I live in constant fear that one day while I’m least
suspecting it someone might break in to burglarize
and kill my mother-in-law, who lives at 375 Woodland Ave in the light blue house, only one dog who is friendly and no alarm set, always leaves the kitchen window unlocked and without screen, sleeps on the second floor south room next to the bathroom which is where she keeps all her jewellery hidden behind the mirror.
A cranky woman was arrested for shoplifting at a grocery store. When she appeared before the judge, the judge asked her what she had stolen from the store.
The lady defiantly replied, “Chocolate.”
The judge asked her how many bars of chocolates.
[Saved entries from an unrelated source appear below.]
"""Bud damage over a frost night: the kill curve, the distribution of the night minimum, and the
expected kill and its probabilities for every block (vectorised).

Damage model
------------
Bud kill after a 30-minute exposure at temperature ``T`` is a logistic curve
through the published points (10 % at T10, 90 % at T90)::

    kill(T) = 1 / (1 + exp((T - T50) / s)),  T50 = (T10 + T90) / 2,
    s = (T10 - T90) / (2 ln 9)

so that kill(T10) = 0.1 and kill(T90) = 0.9 exactly.  The logistic is the form
used for bud-kill curves in the frost literature (Snyder & de Melo-Abreu
2005, ch. 5, citing Katz, Murphy & Winkler 1982); the spread is fixed by the
two table values.

Duration.  The tables are for 30 minutes, so the temperature used is not the
curve's instantaneous minimum but its *30-minute sustained minimum*: the
hourly curve is interpolated to 5-minute steps and the lowest 30-minute
running maximum is taken (a short dip counts less than a long flat bottom).
Longer exposures do more harm than the 30-minute tables show; as a model
assumption (settable, not from the tables) the effective temperature is
lowered by ``duration_shift_c_per_doubling`` for each doubling of the time the
curve stays within ``near_min_band_c`` of its sustained minimum beyond 30
minutes, up to ``duration_max_doublings`` doublings.

Uncertainty.  The hourly curve is shifted so that its minimum equals each
possible night minimum m.  Since the sustained minimum and the duration both
move with the shift, the effective temperature is m + (sustained - minimum) -
shift, and:

* P(kill >= 10 %) = F(T10 - offset), P(kill >= 90 %) = F(T90 - offset), with F
  the forecast CDF of the minimum and offset = sustained - minimum - shift;
* expected kill = E[kill(m + offset)], by quantile quadrature (equal-probability
  midpoints of F).

References
----------
.. [1] Snyder, R. L. & de Melo-Abreu, J. P. (2005) Frost Protection: fundamentals, practice and
   economics, vol. 1. FAO Environment and Natural Resources Series 10, ch. 5 (damage functions).
.. [2] Ballard, J. K., Proebsting, E. L. & Tukey, R. B., WSU Extension bulletins (T10 and T90,
   30-minute exposure); see :mod:`advisory.crops.thresholds`.
.. [3] Katz, R. W., Murphy, A. H. & Winkler, R. L. (1982) Assessing the value of frost forecasts to
   orchardists. J. Appl. Meteor. 21, 518-531 (citation details from memory; cited by [1] ch. 5 for
   logistic damage functions).
"""

from __future__ import annotations

import math
from collections.abc import Callable, Mapping
from dataclasses import dataclass, fields

import numpy as np
from scipy.special import ndtr, ndtri

from advisory.risk.frost_data import FrostSettings, NightCurves
from advisory.risk.levels import level_index
from advisory.risk.night_curve import _hours_at_or_below, _ns, sustained_minimum_c

LN9 = math.log(9.0)


def kill_fraction(temp_c, t10_c, t90_c):
    """Fraction of buds killed by a 30-minute exposure, logistic through T10 and T90.

    Parameters
    ----------
    temp_c : array_like
        Exposure (bud or air) temperature [°C].
    t10_c, t90_c : array_like
        Temperatures killing 10 % and 90 % of buds [°C]; T10 > T90.

    Returns
    -------
    kill : float or ndarray
        Killed fraction in [0, 1]; exactly 0.1 at T10 and 0.9 at T90.

    References
    ----------
    .. [1] Snyder & de Melo-Abreu (2005), ch. 5; [4] Katz et al. (1982).
    """
    t, t10, t90 = (np.asarray(a, dtype=float) for a in (temp_c, t10_c, t90_c))
    t50 = 0.5 * (t10 + t90)
    s = (t10 - t90) / (2.0 * LN9)
    z = np.clip((t - t50) / s, -700.0, 700.0)
    out = 1.0 / (1.0 + np.exp(z))
    return float(out) if out.ndim == 0 else out


def temp_for_kill_c(kill, t10_c, t90_c):
    """Inverse of :func:`kill_fraction`: the temperature giving a kill fraction [°C]."""
    k, t10, t90 = (np.asarray(a, dtype=float) for a in (kill, t10_c, t90_c))
    t50 = 0.5 * (t10 + t90)
    s = (t10 - t90) / (2.0 * LN9)
    out = t50 + s * np.log((1.0 - k) / k)
    return float(out) if out.ndim == 0 else out


# --------------------------------------------------------------------------------------------------
# Minimum-temperature distribution
# --------------------------------------------------------------------------------------------------

_Z90 = float(ndtri(0.9))  # 1.2816


@dataclass(frozen=True)
class MinTempForecast:
    """Forecast distribution of each block's night minimum.

    Attributes
    ----------
    p10_c, p50_c, p90_c : ndarray, shape (n,)
        10th, 50th, 90th percentiles [°C]; p10 <= p50 <= p90.
    cdf : callable, optional
        ``cdf(x) -> P(min <= x)`` for ``x`` of shape (n, k) [°C], returning the
        same shape, non-decreasing along the last axis.  When absent, a
        two-piece normal through the three quantiles is used.
    quantile : callable, optional
        ``quantile(q) -> (n, k)``: the inverse of ``cdf`` at probabilities ``q``
        (k,) [°C], when known exactly; otherwise ``cdf`` is inverted numerically.
    """

    p10_c: np.ndarray
    p50_c: np.ndarray
    p90_c: np.ndarray
    cdf: Callable[[np.ndarray], np.ndarray] | None = None
    quantile: Callable[[np.ndarray], np.ndarray] | None = None

    def __post_init__(self):
        for name in ("p10_c", "p50_c", "p90_c"):
            object.__setattr__(self, name, np.atleast_1d(np.asarray(getattr(self, name), dtype=float)))
        if not (self.p10_c.shape == self.p50_c.shape == self.p90_c.shape):
            raise ValueError("p10_c, p50_c and p90_c must have the same shape")
        if np.any(self.p10_c > self.p50_c + 1e-9) or np.any(self.p50_c > self.p90_c + 1e-9):
            raise ValueError("quantiles must satisfy p10 <= p50 <= p90")

    @property
    def _sigmas(self):
        lo = np.maximum(self.p50_c - self.p10_c, 0.0) / _Z90
        hi = np.maximum(self.p90_c - self.p50_c, 0.0) / _Z90
        return lo, hi

    def cdf_at(self, x) -> np.ndarray:
        """P(min <= x) for ``x`` of shape (n,) or (n, k)."""
        x = np.asarray(x, dtype=float)
        squeeze = x.ndim == 1
        x2 = x[:, None] if squeeze else x
        if self.cdf is not None:
            out = np.clip(np.asarray(self.cdf(x2), dtype=float), 0.0, 1.0)
        else:
            lo, hi = self._sigmas
            d = x2 - self.p50_c[:, None]
            sig = np.where(d < 0, lo[:, None], hi[:, None])
            with np.errstate(divide="ignore", invalid="ignore"):
                z = np.where(sig > 0, d / np.where(sig > 0, sig, 1.0), np.where(d < 0, -np.inf, np.inf))
            # A point mass at p50 (zero spread) counts as "<= x" when x >= p50.
            out = np.where((sig == 0) & (d == 0), 1.0, ndtr(z))
        return out[:, 0] if squeeze else out

    def quantiles(self, q) -> np.ndarray:
        """Quantiles of the minimum for probabilities ``q`` (k,), shape (n, k) [°C]."""
        q = np.asarray(q, dtype=float)
        if self.cdf is None:
            lo, hi = self._sigmas
            z = ndtri(q)[None, :]
            sig = np.where(z < 0, lo[:, None], hi[:, None])
            return self.p50_c[:, None] + sig * z
        if self.quantile is not None:
            return np.asarray(self.quantile(q), dtype=float)
        # Invert a user CDF on a grid spanning well beyond the quantiles.
        spread = np.maximum(self.p90_c - self.p10_c, 0.5)
        x = np.linspace(self.p10_c - 4 * spread, self.p90_c + 4 * spread, 401, axis=1)  # (n, g)
        f = np.maximum.accumulate(self.cdf_at(x), axis=1)
        return _interp_rows(q, f, x)


def _interp_rows(xq: np.ndarray, xp: np.ndarray, fp: np.ndarray) -> np.ndarray:
    """Row-wise linear interpolation: for each row i, interp(xq, xp[i], fp[i]).

    ``xp`` (n, g) non-decreasing per row; ``xq`` (k,) or (n, k).  Returns (n, k),
    clamped to the end values outside each row's range.  One ``searchsorted``
    over all rows at once (rows are separated by offsets), so memory stays
    O(n (g + k)).
    """
    xp = np.asarray(xp, float)
    fp = np.asarray(fp, float)
    n, g = xp.shape
    xq2 = np.broadcast_to(np.asarray(xq, float), (n, np.shape(xq)[-1])) if np.ndim(xq) == 1 else np.asarray(xq)
    lo = min(np.nanmin(xp), np.nanmin(xq2))
    span = max(np.nanmax(xp), np.nanmax(xq2)) - lo + 1.0
    off = (np.arange(n, dtype=float) * span)[:, None]
    flat = (xp - lo + off).ravel()
    pos = np.searchsorted(flat, (xq2 - lo + off).ravel(), side="right").reshape(xq2.shape)
    idx = pos - (np.arange(n) * g)[:, None]  # count of xp <= xq within the row
    i1 = np.clip(idx, 1, g - 1)
    i0 = i1 - 1
    rows = np.arange(n)[:, None]
    x0, x1 = xp[rows, i0], xp[rows, i1]
    y0, y1 = fp[rows, i0], fp[rows, i1]
    with np.errstate(divide="ignore", invalid="ignore"):
        w = np.where(x1 > x0, (xq2 - x0) / (x1 - x0), 0.0)
    out = y0 + np.clip(w, 0.0, 1.0) * (y1 - y0)
    out = np.where(idx <= 0, fp[:, :1], out)
    return np.where(idx >= g, fp[:, -1:], out)


@dataclass(frozen=True)
class DamageArrays:
    """Vectorised damage results, all shape (n,) (see :class:`BlockRisk` for meanings)."""

    curve_min_c: np.ndarray
    time_of_min_ns: np.ndarray
    sustained_offset_c: np.ndarray
    near_min_hours: np.ndarray
    duration_shift_c: np.ndarray
    expected_kill: np.ndarray
    p_kill_10: np.ndarray
    p_kill_90: np.ndarray
    level_index: np.ndarray


def damage(curves: NightCurves, forecast: MinTempForecast, t10_c, t90_c, *,
           duration_shift_c_per_doubling=0.15, duration_max_doublings=3.0, near_min_band_c=0.5,
           level_thresholds: Mapping[str, np.ndarray] | None = None, n_quad: int = 200) -> DamageArrays:
    """Expected bud kill, P(kill >= 10 %), P(kill >= 90 %) and risk level for every block.

    Parameters
    ----------
    curves : NightCurves
        Hourly curves (only ``air_temp_c`` and ``times_utc`` are used).
    forecast : MinTempForecast
        Distribution of the night minimum.
    t10_c, t90_c : array_like, shape (n,)
        Critical temperatures [°C].
    duration_shift_c_per_doubling, duration_max_doublings, near_min_band_c : array_like
        Duration adjustment (module docstring), scalars or (n,).
    level_thresholds : mapping, optional
        Arrays (n,) or scalars for the :class:`FrostSettings` ``level_*``
        fields; defaults from :class:`FrostSettings`.
    n_quad : int
        Quadrature points for the expected kill.

    Returns
    -------
    DamageArrays
    """
    air = curves.air_temp_c
    n = air.shape[0]
    t10 = np.broadcast_to(np.asarray(t10_c, float), (n,))
    t90 = np.broadcast_to(np.asarray(t90_c, float), (n,))
    times_ns = _ns(curves.times_utc)
    cmin = np.nanmin(air, axis=1)
    imin = np.nanargmin(np.where(np.isfinite(air), air, np.inf), axis=1)
    sus = sustained_minimum_c(curves.times_utc, air)
    offset = sus - cmin
    band = np.broadcast_to(np.asarray(near_min_band_c, float), (n,))
    near_h = _hours_at_or_below(times_ns, air, sus + band)
    rate = np.broadcast_to(np.asarray(duration_shift_c_per_doubling, float), (n,))
    cap = np.broadcast_to(np.asarray(duration_max_doublings, float), (n,))
    doublings = np.clip(np.log2(np.maximum(near_h, 0.5) / 0.5), 0.0, cap)
    shift = rate * doublings
    eff_offset = offset - shift  # effective exposure temperature = night minimum + eff_offset

    p10k = forecast.cdf_at(t10 - eff_offset)
    p90k = forecast.cdf_at(t90 - eff_offset)
    q = (np.arange(n_quad) + 0.5) / n_quad
    mins = forecast.quantiles(q)  # (n, K)
    ek = kill_fraction(mins + eff_offset[:, None], t10[:, None], t90[:, None]).mean(axis=1)

    d = {f.name: getattr(FrostSettings(), f.name) for f in fields(FrostSettings) if f.name.startswith("level_")}
    if level_thresholds:
        d.update(level_thresholds)
    th = {k: np.broadcast_to(np.asarray(v, float), (n,)) for k, v in d.items()}
    lvl = level_index(p10k, p90k, ek, th)
    return DamageArrays(cmin, times_ns[imin].astype(float), offset, near_h, shift, ek, p10k, p90k, lvl)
She replied in a nasty tone, “One! But why do you care about that?”
The judge answered patiently, “Well, ma’am, because I’m going to give you one day in jail for one chocolate.”
As the judge was about to drop his gavel, the lady’s long-suffering husband raised his hand slowly and asked if he might speak.
“Yes. What do you have to add?”
The husband said meekly, “Your Honour, she also stole two cans of peas.”
A woman goes to an artist to have her portrait painted. She tells the artist that she wants him to paint her wearing lots expensive jewellery. Diamonds, gold, pearls, etc.
The artist says, “But you aren’t wearing any.”
She replies, “I know, I don’t own any either. But if I die, my husband is the kind of man that will get remarried right away. I want to drive his new wife crazy looking for the jewels.”